I am looking for a good ammunition for the general use of target and plinking, with cost, and quality taken into consideration which brand do you prefer? I have been told to avoid Monarch's because they are cheaply made in a foreign country and shoot dirty. though for $12 bucks for a box of 50 thats hard to beat.

I have been told Fiocchi makes a good round. Any opinions?


----------



## USAFgsm (Dec 18, 2006)

Honestly, I just buy whatever Wal-Mart has the cheapest. Usually Winchester or Federal. I've never had any problems out of it. What caliber are you talking about?
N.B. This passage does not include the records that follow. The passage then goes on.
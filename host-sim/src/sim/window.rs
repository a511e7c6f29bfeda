//! `leeward sim`: the screen in a desktop window (only with the `window` feature).
//!
//! embedded-graphics-simulator draws the device: its display takes the firmware's
//! drawing and turns it into an RGB picture at the chosen zoom, in a theme that looks like
//! a reflective LCD. The window itself and its keys come from the `sdl2` crate that the
//! simulator is built on: the simulator's own window closes on Escape, and the keypad
//! needs Escape for BACK.

use super::keys::LEGEND;
use super::store::STORAGE_NOTE;
use super::Device;
use crate::CliError;
use embedded_graphics::mono_font::{ascii::FONT_6X10, MonoTextStyle};
use embedded_graphics::pixelcolor::BinaryColor;
use embedded_graphics::prelude::*;
use embedded_graphics::primitives::{PrimitiveStyle, Rectangle};
use embedded_graphics::text::{Baseline, Text};
use embedded_graphics_simulator::{
    BinaryColorTheme, OutputSettings, OutputSettingsBuilder, SimulatorDisplay,
};
use leeward_firmware::framebuffer::{HEIGHT, WIDTH};
use leeward_firmware::Key;
use sdl2::event::Event;
use sdl2::keyboard::Keycode;
use sdl2::pixels::PixelFormatEnum;

/// Width of the key legend beside the screen, device pixels.
const LEGEND_W: u32 = 100;
/// Largest zoom (a 400×240 screen at 8 is 3200 pixels wide already).
pub const MAX_ZOOM: u32 = 8;

/// The device key for a laptop key (see the legend).
fn key_for(code: Keycode) -> Option<Key> {
    use Keycode as K;
    let digit = |d: u8| Some(Key::Digit(d));
    match code {
        K::Num0 | K::Kp0 => digit(0),
        K::Num1 | K::Kp1 => digit(1),
        K::Num2 | K::Kp2 => digit(2),
        K::Num3 | K::Kp3 => digit(3),
        K::Num4 | K::Kp4 => digit(4),
        K::Num5 | K::Kp5 => digit(5),
        K::Num6 | K::Kp6 => digit(6),
        K::Num7 | K::Kp7 => digit(7),
        K::Num8 | K::Kp8 => digit(8),
        K::Num9 | K::Kp9 => digit(9),
        K::Period | K::KpPeriod => Some(Key::Dot),
        K::Minus | K::KpMinus => Some(Key::Sign),
        K::Backspace | K::Delete => Some(Key::Delete),
        K::Up => Some(Key::Up),
        K::Down => Some(Key::Down),
        K::Left => Some(Key::Left),
        K::Right => Some(Key::Right),
        K::Return | K::KpEnter => Some(Key::Ok),
        K::Escape => Some(Key::Back),
        K::Tab | K::M => Some(Key::Menu),
        _ => None,
    }
}

/// The screen and the legend beside it, in device pixels.
fn compose(device: &Device) -> SimulatorDisplay<BinaryColor> {
    let mut d = SimulatorDisplay::new(Size::new(WIDTH as u32 + LEGEND_W, HEIGHT as u32));
    // Drawing into the simulator's display cannot fail.
    let _ = device.app_render(&mut d);
    let _ = Rectangle::new(Point::new(WIDTH as i32, 0), Size::new(1, HEIGHT as u32))
        .into_styled(PrimitiveStyle::with_fill(BinaryColor::On))
        .draw(&mut d);
    let style = MonoTextStyle::new(&FONT_6X10, BinaryColor::On);
    let x = WIDTH as i32 + 6;
    let _ = Text::with_baseline("keyboard", Point::new(x, 6), style, Baseline::Top).draw(&mut d);
    for (i, (k, what)) in LEGEND.iter().enumerate() {
        let y = 28 + 16 * i as i32;
        let _ = Text::with_baseline(k, Point::new(x, y), style, Baseline::Top).draw(&mut d);
        let _ = Text::with_baseline(what, Point::new(x + 44, y), style, Baseline::Top).draw(&mut d);
    }
    d
}

fn settings(zoom: u32) -> OutputSettings {
    OutputSettingsBuilder::new()
        .scale(zoom)
        .theme(BinaryColorTheme::LcdWhite)
        // The theme would add a gap between pixels; the zoom is to be exact.
        .pixel_spacing(0)
        .build()
}

/// Open the window and run until it is closed (or Q is pressed).
pub fn run(zoom: u32, flash: &std::path::Path) -> Result<String, CliError> {
    if !(1..=MAX_ZOOM).contains(&zoom) {
        return Err(CliError::input(format!(
            "--zoom {zoom}: the zoom is a whole number from 1 to {MAX_ZOOM}"
        )));
    }
    let fail = |e: String| CliError::input(format!("sim: cannot open the window: {e}"));
    let sdl = sdl2::init().map_err(fail)?;
    let video = sdl.video().map_err(fail)?;
    let output = settings(zoom);
    let mut device = Device::power_on(flash)?;
    let first = compose(&device).to_rgb_output_image(&output);
    let (w, h) = {
        let b = first.as_image_buffer();
        (b.width(), b.height())
    };
    let window = video
        .window("leeward: device simulator", w, h)
        .position_centered()
        .build()
        .map_err(|e| fail(e.to_string()))?;
    let mut canvas = window
        .into_canvas()
        .build()
        .map_err(|e| fail(e.to_string()))?;
    let creator = canvas.texture_creator();
    let mut texture = creator
        .create_texture_streaming(PixelFormatEnum::RGB24, w, h)
        .map_err(|e| fail(e.to_string()))?;
    let mut events = sdl.event_pump().map_err(fail)?;
    let mut dirty = true;
    loop {
        if dirty {
            let img = compose(&device).to_rgb_output_image(&output);
            let buf = img.as_image_buffer();
            texture
                .update(None, buf.as_raw(), w as usize * 3)
                .map_err(|e| fail(e.to_string()))?;
            canvas.copy(&texture, None, None).map_err(fail)?;
            canvas.present();
            dirty = false;
        }
        // Wait for input rather than spin; a timeout keeps the window responsive.
        if let Some(ev) = events.wait_event_timeout(250) {
            match ev {
                Event::Quit { .. }
                | Event::KeyDown {
                    keycode: Some(Keycode::Q),
                    ..
                } => break,
                Event::KeyDown {
                    keycode: Some(code),
                    ..
                } => {
                    if let Some(k) = key_for(code) {
                        dirty |= device.press(k);
                    }
                }
                Event::Window { .. } => dirty = true,
                _ => {}
            }
        }
    }
    Ok(format!("{STORAGE_NOTE}\n"))
}

#[cfg(test)]
mod tests {
    use super::*;

    #[test]
    fn every_device_key_has_a_laptop_key() {
        let codes = [
            Keycode::Num0,
            Keycode::Num1,
            Keycode::Num2,
            Keycode::Num3,
            Keycode::Num4,
            Keycode::Num5,
            Keycode::Num6,
            Keycode::Num7,
            Keycode::Num8,
            Keycode::Num9,
            Keycode::Period,
            Keycode::Minus,
            Keycode::Backspace,
            Keycode::Up,
            Keycode::Down,
            Keycode::Left,
            Keycode::Right,
            Keycode::Return,
            Keycode::Escape,
            Keycode::Tab,
        ];
        let mapped: Vec<Key> = codes.iter().filter_map(|&c| key_for(c)).collect();
        for k in &Key::ALL[..20] {
            assert!(mapped.contains(k), "{k:?} has no laptop key");
        }
        assert_eq!(key_for(Keycode::M), Some(Key::Menu));
        assert_eq!(key_for(Keycode::Q), None, "Q quits, it is not a device key");
    }
}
Judging by the price i'd say 9mm?


----------



## cougartex (Jan 2, 2010)

Winchester White Box or Remington Shur Shot.


----------



## euphoria24 (Apr 21, 2010)

USAFgsm said:


> What caliber are you talking about? Judging by the price i'd say 9mm?


 .40 s&w


----------



## wkister029 (Jun 24, 2009)

Learning to reload is definately the cheapest way to go if you can do it. especially if you already have the brass


----------



## James NM (Jan 4, 2007)

euphoria24 said:


> good plinking ammo???


For most shooters, it's been whatever they can find.
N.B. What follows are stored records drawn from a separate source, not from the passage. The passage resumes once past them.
//! Key scripts: plain text that walks the device from power-on, for `leeward shots` and
//! the golden screenshots.
//!
//! ```text
//! # A comment runs from '#' to the end of the line.
//! ok down ok        # keys by name: ok back menu up down left right del dot sign
//! 45.5              # a string of digits, '.' and '-' is typed key by key
//! del*14            # a token followed by *N is repeated N times (1 to 999)
//! @site-result      # take a screenshot here, named site-result (site-result.png)
//! ```
//!
//! Tokens are separated by spaces, tabs or line ends; key names ignore case. A shot name
//! is 1 to 64 of a-z, 0-9, '-' and '_', and each name is used once per script.

use super::keys;
use leeward_firmware::Key;
use std::fmt;

/// Longest repeat a token may ask for.
pub const MAX_REPEAT: u32 = 999;
/// Longest shot name.
pub const MAX_SHOT_NAME: usize = 64;

/// One step of a script.
#[derive(Debug, Clone, PartialEq, Eq)]
pub enum Step {
    /// Press this key.
    Press(Key),
    /// Take a screenshot with this name.
    Shot(String),
}

/// What is wrong with a script, and where.
#[derive(Debug, Clone, PartialEq, Eq)]
pub struct ScriptError {
    /// Line of the script, from 1.
    pub line: usize,
    /// The token as written.
    pub token: String,
    /// What is wrong with it.
    pub kind: ErrorKind,
}

/// The ways a token can be wrong.
#[derive(Debug, Clone, Copy, PartialEq, Eq)]
pub enum ErrorKind {
    /// Not a key name, nor digits, '.' and '-'.
    UnknownKey,
    /// A repeat count that is not a number from 1 to [`MAX_REPEAT`].
    BadRepeat,
    /// A shot name that is empty, too long or has a character outside a-z, 0-9, - and _.
    BadShotName,
    /// A shot name already used in this script.
    DuplicateShot,
}

impl fmt::Display for ScriptError {
    fn fmt(&self, f: &mut fmt::Formatter<'_>) -> fmt::Result {
        let (line, t) = (self.line, &self.token);
        match self.kind {
            ErrorKind::UnknownKey => write!(
                f,
                "line {line}: unknown key '{t}' (keys: {}, or digits with '.' and '-')",
                keys::NAMES.map(|(n, _)| n).join(" ")
            ),
            ErrorKind::BadRepeat => write!(
                f,
                "line {line}: '{t}': a repeat is *N with N from 1 to {MAX_REPEAT}"
            ),
            ErrorKind::BadShotName => write!(
                f,
                "line {line}: '{t}': a shot name is @ then 1 to {MAX_SHOT_NAME} of a-z, 0-9, - and _"
            ),
            ErrorKind::DuplicateShot => {
                write!(f, "line {line}: '{t}': this shot name is used twice")
            }
        }
    }
}

impl std::error::Error for ScriptError {}

fn valid_shot_name(n: &str) -> bool {
    !n.is_empty()
        && n.len() <= MAX_SHOT_NAME
        && n.bytes()
            .all(|b| b.is_ascii_lowercase() || b.is_ascii_digit() || b == b'-' || b == b'_')
}

/// The keys one token (without its repeat) stands for.
fn token_keys(word: &str) -> Option<Vec<Key>> {
    if let Some(k) = keys::named(word) {
        return Some(vec![k]);
    }
    word.chars().map(keys::typed).collect()
}

/// Read a whole script into steps; the first bad token is the error.
pub fn parse(text: &str) -> Result<Vec<Step>, ScriptError> {
    let mut steps = Vec::new();
    let mut shots: Vec<String> = Vec::new();
    for (i, raw) in text.lines().enumerate() {
        let line = i + 1;
        let code = raw.split('#').next().unwrap_or("");
        for token in code.split_whitespace() {
            let err = |kind| ScriptError {
                line,
                token: token.to_string(),
                kind,
            };
            if let Some(name) = token.strip_prefix('@') {
                if !valid_shot_name(name) {
                    return Err(err(ErrorKind::BadShotName));
                }
                if shots.iter().any(|s| s == name) {
                    return Err(err(ErrorKind::DuplicateShot));
                }
                shots.push(name.to_string());
                steps.push(Step::Shot(name.to_string()));
                continue;
            }
            let (word, times) = match token.split_once('*') {
                Some((w, n)) => match n.parse::<u32>() {
                    Ok(n) if (1..=MAX_REPEAT).contains(&n) && !w.is_empty() => (w, n),
                    _ => return Err(err(ErrorKind::BadRepeat)),
                },
                None => (token, 1),
            };
            let keys = token_keys(word).ok_or_else(|| err(ErrorKind::UnknownKey))?;
            for _ in 0..times {
                steps.extend(keys.iter().map(|&k| Step::Press(k)));
            }
        }
    }
    Ok(steps)
}

#[cfg(test)]
mod tests {
    use super::*;
    use Key::*;

    fn keys(s: &str) -> Vec<Key> {
        parse(s)
            .unwrap()
            .into_iter()
            .map(|st| match st {
                Step::Press(k) => k,
                Step::Shot(n) => panic!("unexpected shot {n}"),
            })
            .collect()
    }

    #[test]
    fn names_digits_and_repeats() {
        assert_eq!(keys("ok Down  OK\tback"), [Ok, Down, Ok, Back]);
        assert_eq!(
            keys("-10.25"),
            [Sign, Digit(1), Digit(0), Dot, Digit(2), Digit(5)]
        );
        assert_eq!(keys("del*3 up*1"), [Delete, Delete, Delete, Up]);
        assert_eq!(keys("12*2"), [Digit(1), Digit(2), Digit(1), Digit(2)]);
        assert_eq!(
            keys("menu left right dot sign"),
            [Menu, Left, Right, Dot, Sign]
        );
        assert_eq!(keys(". -"), [Dot, Sign]);
    }

    #[test]
    fn comments_and_blank_lines() {
        assert_eq!(keys("# nothing\n\n  ok # then ok\n#ok\nup#down"), [Ok, Up]);
        assert!(parse("").unwrap().is_empty());
    }

    #[test]
    fn shots_in_order() {
        let s = parse("@home ok\n@site-form").unwrap();
        assert_eq!(
            s,
            [
                Step::Shot("home".into()),
                Step::Press(Ok),
                Step::Shot("site-form".into())
            ]
        );
    }

    #[test]
    fn errors_name_the_token_and_line() {
        let e = parse("ok\n\nok enter").unwrap_err();
        assert_eq!(
            (e.line, e.token.as_str(), e.kind),
            (3, "enter", ErrorKind::UnknownKey)
        );
        assert!(
            e.to_string().starts_with("line 3: unknown key 'enter'"),
            "{e}"
        );
        // A typo inside a digit string is not typed halfway.
        assert_eq!(parse("45x5").unwrap_err().kind, ErrorKind::UnknownKey);
        for bad in ["ok*0", "ok*1000", "ok*", "*3", "ok*x"] {
            assert_eq!(parse(bad).unwrap_err().kind, ErrorKind::BadRepeat, "{bad}");
        }
        for bad in ["@", "@Home", "@a/b", "@a.png"] {
            assert_eq!(
                parse(bad).unwrap_err().kind,
                ErrorKind::BadShotName,
                "{bad}"
            );
        }
        let long = format!("@{}", "a".repeat(MAX_SHOT_NAME + 1));
        assert_eq!(parse(&long).unwrap_err().kind, ErrorKind::BadShotName);
        let e = parse("@a ok\n@a").unwrap_err();
        assert_eq!((e.line, e.kind), (2, ErrorKind::DuplicateShot));
    }
}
Personally, I buy any factory aluminum or brass cased ammo. The only steel ammo I shoot is through my eastern bloc guns.


----------



## Bisley (Aug 24, 2008)

I haven't found that any of it is so dirty that a normal cleaning won't take care of it. I shoot hand loads, or whatever Walmart is selling.

Fiocchi and Sellier & Bellot are both good foreign ammos.


----------



## BowhuntnHoosier (Feb 7, 2010)

wkister029 said:


> Learning to reload is definately the cheapest way to go if you can do it. especially if you already have the brass


I just don't see it. It would take a lot of reloading to actually start to save money after buying your press,dies,primers,bullets,powder,tumbler,media. Compared to buying it at Wal-Mart for anywhere between $10-$15 a box of 50.


----------



## wkister029 (Jun 24, 2009)

Lee Makes a starter set for a beginner which is a Lee Challenger Breech Lock Single Stage Press Anniversary Kit at midway for $91.00, you can get a die set for another $25.00 to $30.00, and shell holder for 5 to $7.
Powder will run from $25.00 to $30.00/ lb, Primers $30/ 1000, and if you get Ranier bullets they will cost about 49.99/500. So once you have the brass already that will be $.03/rd for powder, $.03/primer, and $0.10/bullet bring it to a total of $0.16/rd which would be around $8.00 a box, if you shoot as much as I do that is worth it, I shoot about 25,000 rds a year so it definately helps me out. I use a Dillion 550B for my pistol stuff which is a big cost up front and a Redding Single stage for my rifle which isn't to bad. But if you shoot a lot, I would recommend getting into reloading, if you only go out and shoot a box of 50 once a month your better off just buying the Walmart Winchester White Box or PMC Brass stuff.


----------